23.255.222.154 è l'ip della tua lan interna?? mi sembra un po strano... comunque anche se fosse devi mettere la classe non un indirizzo ip quindi:

23.255.222.0/24

 *Quote:*   

> 
> 
> oppure 
> 
> iptables -t nat -A POSTROUTING -o eth1 -s 23.255.222.150/155 -j MASQUERADE 
> ...

 

23.255.222.150/155 non vuol dire nulla questa dicitura, se te vuoi che solo gli ip che vanno dal 150 al 155 possano navigare allora devi scrivere se non erro 23.255.222.150-155 oppure usare una virgola, controlla sulla documenrtazione che non ricordo.

ricapitolando:

-si funziona anche se l'ip cambia

-usa 23.255.222.0/24 se vuoi che tutti i pc con indirizzi che vanno da 23.255.222.1 a 23.255.222.254 possono connettersi

--usa 23.255.222.150-155 se vuoi che tutti i pc con indirizzi che vanno da 23.255.222.150 a 23.255.222.155 possono connettersi. In questo caso controlla la sintassi pero', non ricordo se va bene usare il "-"

ciao

----------

## rota

no quello e lßip di fasweb 

a me servve reinderizzare il trafficho di eth1 a eth0 cosi da avere accesso add internet alla posta ecc 

le regole che glio dato io vanno bene se gli assegno lip giusto va alla grande 

pero io nn posso stare ogni giorno add cambiargli ip ecc ..)

la tua regola nn mi a fatto niente nn mi permette neache di andare su internet   :Question:   :Question: 

----------

## rota

prima o digitato male ...

iptables -t nat -A POSTROUTING -o eth1 SNAT --to-source 23.2.55.222.154 

e invece 

iptables -t nat -A POSTROUTING -o eth1 -j SNAT --to-source 23.2.55.222.154 

perdon   :Embarassed:   :Embarassed: 

----------

## abaddon83

scrivi così 

iptables -t nat -A POSTROUTING -o eth1 -s 192.168.1.0/24 -j MASQUERADE

mettendo che 192.168.1.0/24 siano gli indirizzi privati della tua lan, nn quelli di fastweb

----------

## rota

il prbb lo risolto ...

basta fare solo il MASQUERADE

iptables -t nat -A POSTROUTING -o eth1 -j MASQUERADE

e cosi nn o piu il prb dell ip dinamico perche anche se cambia io o detto add iptables di 

fare il masquerade della scheda eth1 ..ecc

pero adesso o da chiddervi una cosa ...a me servvono tutte le porte chiuse 

tranne le porte 25 23 80 125

----------

## xchris

 *rota wrote:*   

> 
> 
> iptables -t nat -A POSTROUTING -o eth1 -j MASQUERADE
> 
> 

 

Per funzionare funziona...

questa regola e' pericolosa se non associato ad altre politiche restrittive.

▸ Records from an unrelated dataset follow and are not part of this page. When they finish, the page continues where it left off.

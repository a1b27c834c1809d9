import { describe, expect, it } from 'vitest';
import type { StoredEvent } from '~/fill/wire';
import type { WireEvent } from '~/fill/wire-events';
import { sayWhatCounts } from './entry-use';

const stored = (seq: number, atMs: number, event: object): StoredEvent => ({
  seq,
  side: 'wheel',
  deviceId: 'phone',
  event: { id: `e${seq}`, atMs, ...event } as WireEvent,
});
const fates = (events: StoredEvent[]) =>
  Object.fromEntries(sayWhatCounts(events).map(({ seq, use }) => [seq, use]));

describe('what counts of a log', () => {
  it('is everything while the fill is open', () => {
    expect(fates([stored(1, 0, { type: 'cut-out' }), stored(2, 9, { type: 'cut-in' })])).toEqual({
      1: 'used',
      2: 'used',
    });
  });

  it('is not what was taken back', () => {
    const undo = { type: 'taken-back', of: 'e1' };
    expect(fates([stored(1, 0, { type: 'cut-out' }), stored(2, 5, undo)])).toEqual({
      1: 'taken-back',
      2: 'used',
    });
  });

  it('goes by the end with the lowest number, even when another end is earlier', () => {
    const log = [
      stored(1, 5000, { type: 'ended', how: 'done' }),
      stored(2, 4000, { type: 'ended', how: 'stopped' }),
      stored(3, 4500, { type: 'cut-out' }),
      stored(4, 6000, { type: 'cut-out' }),
    ];
    expect(fates(log)).toEqual({ 1: 'used', 2: 'already-ended', 3: 'used', 4: 'after-end' });
  });

  it('is not touched by an undo from after the end', () => {
    const log = [
      stored(1, 1000, { type: 'cut-out' }),
      stored(2, 5000, { type: 'ended', how: 'done' }),
      stored(3, 6000, { type: 'taken-back', of: 'e1' }),
    ];
    expect(fates(log)).toEqual({ 1: 'used', 2: 'used', 3: 'after-end' });
  });

  it('stands in the order of time, not of arrival', () => {
    const log = [stored(1, 900, { type: 'cut-out' }), stored(2, 100, { type: 'cut-in' })];
    expect(sayWhatCounts(log).map(({ seq }) => seq)).toEqual([2, 1]);
  });
});
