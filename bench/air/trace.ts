import type { Advice, FillEvent, FillSetup } from './adviser';
import type { Run, Watch } from './fill-run';
import { toPsi } from './flow';
import { pressureAbs } from './vessel';
import { activeTire, fittingKpa, settledKpa, type World } from './world';

/** A line without any event is printed this often, s. */
const QUIET_S = 10;

const one = (kpa: number): string => toPsi(kpa).toFixed(1).padStart(5);
const band = ({ p10, p50, p90 }: Advice['supplyKpa']): string =>
  `${one(p10)}<${one(p50)}<${one(p90)}`;

/** Prints one fill as it runs: what was tapped, what was said, and what was true. Pressures psi. */
export function tracer(print: (line: string) => void): Watch {
  let printedAt = Number.NEGATIVE_INFINITY;
  let said = '';
  return {
    began: (setup) => print(describeSetup(setup)),
    asked: (run, advice) => {
      if (printedAt === Number.NEGATIVE_INFINITY) {
        listenIn(run, print);
        for (const line of heading(run.world)) print(line);
      }
      const saying = sayingOf(advice);
      if (saying === said && run.now - printedAt < QUIET_S) return;
      const mark = saying === said ? ' ' : '»';
      print(
        `${time(run.now)} ${truth(run.world)}  ${mark} ${saying.padEnd(44)} ${beliefs(advice)}`,
      );
      said = saying;
      printedAt = run.now;
    },
  };
}

function listenIn(run: Run, print: (line: string) => void): void {
  run.phone.onEvent = (event) => {
    if (event.type !== 'call-shown') print(`${time(run.now)}    tap ${factsOf(event)}`);
  };
}

function time(now: number): string {
  return now.toFixed(1).padStart(7);
}

function sayingOf(advice: Advice): string {
  const cab = advice.cab && advice.cab !== 'nothing' ? ` cab:${advice.cab}` : '';
  const by = advice.by ? ` by:${advice.by}` : '';
  return `${advice.call} (${advice.reason})${cab}${by}`;
}

function beliefs(advice: Advice): string {
  const change = advice.changeIn ? ` change ${advice.changeIn.p50.toFixed(0)}s` : '';
  const read = advice.readIn === undefined ? '' : ` read ${advice.readIn.toFixed(0)}s`;
  const odds = `loaded ${advice.loaded.toFixed(2)} in ${advice.flowsIn.toFixed(2)}`;
  return `sup ${band(advice.supplyKpa)} tire ${band(advice.tireKpa)} ${odds}${change}${read}`;
}

function truth(world: World): string {
  const wet = pressureAbs(world.supply) - world.coach.atmosphereKpa;
  const state = [
    world.loaded ? 'L' : '-',
    world.speed === 'fast-idle' ? 'F' : 'i',
    world.pedal ? 'P' : world.drain ? 'D' : '-',
    { off: '-', open: 'O', blocked: 'B', leaking: 'K' }[world.chuck],
    world.bleeding ? 'b' : '-',
  ].join('');
  const tire = `tire ${one(settledKpa(world))}`;
  return `[fit ${one(fittingKpa(world))} wet ${one(wet)} ${tire} ${state}]`;
}

function factsOf(event: FillEvent): string {
  const { type, at, id: _id, ...rest } = event;
  const facts = Object.entries(rest).map(([key, value]) =>
    key === 'kpa' || key === 'stepKpa'
      ? `${key.replace('kpa', 'psi').replace('Kpa', 'Psi')}=${toPsi(Number(value)).toFixed(1)}`
      : `${key}=${String(value)}`,
  );
  return `${type} at ${at.toFixed(1)} ${facts.join(' ')}`;
}

function heading(world: World): string[] {
  const { coach } = world;
  const tire = activeTire(world);
  return [
    `coach ${coach.id} ${coach.hard ? 'hard' : 'easy'}, fitting on ${coach.fitting}, tanks ${[coach.supplyL, coach.serviceL, coach.accessoryL].map((l) => l.toFixed(0)).join('/')} L`,
    `cut-in ${one(coach.cutInKpa)} cut-out ${one(coach.cutOutKpa)} psi, delivery ${coach.idleDelivery.toFixed(1)}/${coach.fastDelivery.toFixed(1)} dm3/s, leak ${toPsi(coach.leakKpaPerS * 60).toFixed(1)} psi/min, brake ${one(coach.brakeKpa)} psi, lower by ${coach.lowerBy.join(' or ') || 'nothing'}`,
    `tire start ${one(tire.startKpa)} target ${one(tire.targetKpa)} ±${one(tire.toleranceKpa)} limit ${one(tire.limitKpa)} psi, ${tire.volumeL.toFixed(0)} L (said ${tire.saidVolumeL}), core ${tire.coreC.toFixed(3)} hose ${coach.hoseToGaugeC.toFixed(2)}, ${tire.reachable ? 'reachable' : 'not reachable'}`,
    `gauges: tee bias ${one(coach.tee.biasKpa)} step ${one(coach.tee.stepKpa)}, dash bias ${one(coach.dash.biasKpa)} step ${one(coach.dash.stepKpa)}, tire step ${one(coach.tireGauge.stepKpa)} psi; ${coach.valve ? 'valve below gauge' : 'gauge at chuck'}`,
    '[fitting, wet tank, settled tire; L loaded, F fast idle, P pedal, D drain, O open, B blocked, K leaking, b bleeding]  » what is said',
  ];
}

/** What the product was told before the first tap. */
function describeSetup(setup: FillSetup): string {
  const { profile, supply, ...rest } = setup;
  const known =
    [profile && 'profile', supply && 'supply'].filter(Boolean).join(' and ') || 'nothing';
  return `set-up ${JSON.stringify(rest)}; known before: ${known}`;
}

Significa..qualunque cosa mi arrivi da qualunque parte...mascherala uscendo da eth1!

Situzione tipo:

qualcuno che uso il tuo stesos catalyst...imposta te come default gateway...e naviga a nome tuo!!!

MALE  :Smile: 

con iptables meglio dire almeno:

-i eth0 -s tuaclasseinterna -j MASQUERADE

almeno almeno -i eth0  :Wink: 

ciao

----------

## rota

tranquillo io o solo eliminato la prima regola ...a me come prima cosa servviva che mi andasse in internet tutta la rete ...mo metto le regole ristrettive ecc ...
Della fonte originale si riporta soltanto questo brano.